En pétrissant, j’ai senti clairement la différence : la pâte blanche glissait sous les doigts, tandis que la complète avait cette texture granuleuse, presque rugueuse, signe d’un réseau glutineux beaucoup moins développé. J’ai vu ce point me jouer des tours au moment du boulage, parce que la T65 reprenait mieux sa forme. J’ai aussi noté que trop manipuler la pâte pendant la pousse cassait des bulles, et le pain sortait ensuite plus tassé. Ce détail m’a sauté aux mains plus qu’aux yeux.
Au final, ce que je retiens de ce test pour moi et pour d’autres
Au final, j’ai trouvé que la semi-complète m’a donné le meilleur compromis. Elle a gardé une levée stable, avec un volume final de 1,7 fois le départ, sans s’étaler comme la T65 au moment où elle a trop poussé. La blanche a monté plus vite et plus haut, jusqu’à 1,9 fois son volume de départ avant la chute, mais elle a demandé une surveillance plus serrée. La complète est restée la moins souple, avec 1,5 fois le volume de départ et une tenue plus raide.

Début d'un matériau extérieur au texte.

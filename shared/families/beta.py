"""beta: 1/T = 1/T0 + ln(R / R0) / B. NTC thermistors, the two-parameter law.

Reading R in ohm (> 0), T in kelvin; the value is in degrees Celsius, t = T - 273.15. Parameters:
R0 (ohm), the resistance at the reference temperature T0, and B (kelvin), the "beta" of the
thermistor. T0 is not fitted: it is the option ``t0_c`` (degC, default 25.0; T0 = t0_c + 273.15
exactly), so R0 means "the resistance at t0_c".

Start: 1/T is linear in ln R (1/T = a + b ln R with b = 1/B and a = 1/T0 - ln(R0)/B), solved by
weighted linear least squares with each point's value-space weight times T^4 (a value error dt
moves 1/T by -dt / T^2); that is exact for noise-free points, and the same as the two-point
formula B = ln(R1/R2) / (1/T1 - 1/T2) for two. A Levenberg–Marquardt polish of the value residuals
(degC) with the given weights and the analytic Jacobian follows.
"""

from __future__ import annotations

import math
from collections.abc import Mapping
from numbers import Real
from types import MappingProxyType
from typing import Any

import numpy as np

from shared.errors import BadInput, SingularFit
from shared.families.base import (
    Array,
    Options,
    Solution,
    check_known_options,
    polish,
    unscaled_covariance,
    weighted_lstsq,
)
from shared.families.steinhart_hart import (
    KELVIN,
    check_above_absolute_zero,
    check_resistance,
)


class Beta:
    """t = 1 / (1/T0 + ln(R / R0) / B) - 273.15, in degC; R and R0 in ohm, B in kelvin."""

    name = "beta"
    formula = "1/T = 1/T0 + ln(R/R0)/B,  T = t + 273.15 K,  T0 = t0_c + 273.15 K  (R > 0 ohm)"
    typical = "NTC thermistor (two-parameter)"
    options: Mapping[str, Any] = MappingProxyType({"t0_c": 25.0})
    foldback = False

    def check_options(self, options: Options) -> dict[str, Any]:
        opts = check_known_options(self.name, options, self.options)
        t0 = opts["t0_c"]
        if isinstance(t0, bool) or not isinstance(t0, Real) or not math.isfinite(float(t0)):
            raise BadInput(f"beta: t0_c must be a finite number of degC, not {t0!r}")
        if float(t0) <= -KELVIN:
            raise BadInput(f"beta: t0_c must be above -273.15 degC, not {t0!r}")
        opts["t0_c"] = float(t0)
        return opts

    def param_names(self, options: Options) -> tuple[str, ...]:
        return ("R0", "B")

    def _kelvin(self, params: Array, reading: Array, options: Options) -> tuple[Array, Array]:
        """(ln(R / R0), T in kelvin); T is NaN for R <= 0."""
        r0, b = params
        inside = reading > 0
        with np.errstate(divide="ignore", invalid="ignore", over="ignore"):
            log_ratio = np.log(np.where(inside, reading, 1.0) / r0)
            t_k = np.where(inside, 1.0 / (1.0 / (options["t0_c"] + KELVIN) + log_ratio / b), np.nan)
        return log_ratio, t_k

    def evaluate(self, params: Array, reading: Array, options: Options) -> Array:
        """Temperature in degC; NaN for R <= 0."""
        out: Array = self._kelvin(params, reading, options)[1] - KELVIN
        return out

    def jacobian(self, params: Array, reading: Array, options: Options) -> Array:
        """d t / d (R0, B) = (T^2 / (B R0), T^2 ln(R/R0) / B^2); NaN rows for R <= 0."""
        r0, b = params
        log_ratio, t_k = self._kelvin(params, reading, options)
        t2 = t_k**2
        return np.stack([t2 / (b * r0), t2 * log_ratio / b**2], axis=-1)

    def slope(self, params: Array, reading: Array, options: Options) -> Array:
        """d t / d R = -T^2 / (B R), degC per ohm; NaN for R <= 0."""
        _, b = params
        t_k = self._kelvin(params, reading, options)[1]
        out: Array = -(t_k**2) / (b * np.where(reading > 0, reading, 1.0))
        return out

    def solve(self, reading: Array, value: Array, weight: Array, options: Options) -> Solution:
        check_resistance(self.name, reading)
        check_above_absolute_zero(self.name, value)
        inv_t0 = 1.0 / (options["t0_c"] + KELVIN)
        log_r = np.log(reading)
        log_c = float(log_r.mean())  # centred: ln R0 comes out without cancellation
        t_k = value + KELVIN
        design = np.stack([np.ones_like(log_r), log_r - log_c], axis=-1)
        (a, slope), _ = weighted_lstsq(design, 1.0 / t_k, weight * t_k**4)
        if not slope > 0 and not slope < 0:
            raise SingularFit("beta: 1/T does not change with ln R: B is not determined")
        b_start = 1.0 / slope
        start = np.array([math.exp(log_c + (inv_t0 - a) * b_start), b_start])
        if not np.all(np.isfinite(start)):
            raise SingularFit("beta: R0 at t0_c lies too far from the points to be represented")

        params = polish(self, start, reading, value, weight, options)
        t_fit = self._kelvin(params, reading, options)[1]
        if params[0] <= 0 or not np.all(np.isfinite(t_fit) & (t_fit > 0)):
            raise SingularFit("beta: no fit with R0 > 0 and 1/T > 0 over the readings exists")
        cov = unscaled_covariance(self.jacobian(params, reading, options), weight)
        return Solution(params=np.asarray(params, dtype=float), cov_unscaled=cov)


FAMILY = Beta()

Mes limites sont claires, et je les garde en tête pour la suite. J’ai laissé la même hydratation au départ, et cette erreur a pesé sur la complète comme sur la lecture globale du test. J’ai aussi vu qu’une pâte laissée trop longtemps au chaud gonfle puis s’affaisse, avec une odeur plus acide, et je n’essaierais pas de la sauver à tout prix. Si je doute d’un aspect sanitaire ou si l’odeur tourne franchement, je m’arrête et je demande l’avis d’un boulanger, parce que je ne joue pas avec ce genre de signe.
Si je dois classer mes trois farines pour une pâte du quotidien, je garde la T65 pour la prévisibilité, la semi-complète pour le meilleur équilibre, et la complète seulement quand j’accepte une mie plus serrée. Je resterai aussi fidèle aux bases que m’ont rappelées mes années de pratique : même protocole, même rigueur, puis un seul ajustement à la fois. Pour un pain simple, je pense déjà à une T80 ou à un levain, et je referais le test dans ce sens. Je suis rentrée de ces 14 jours avec une conclusion nette : la farine qui m’a le plus satisfaite reste la semi-complète, mais la T65 m’a montré la levée la plus spectaculaire avant de céder.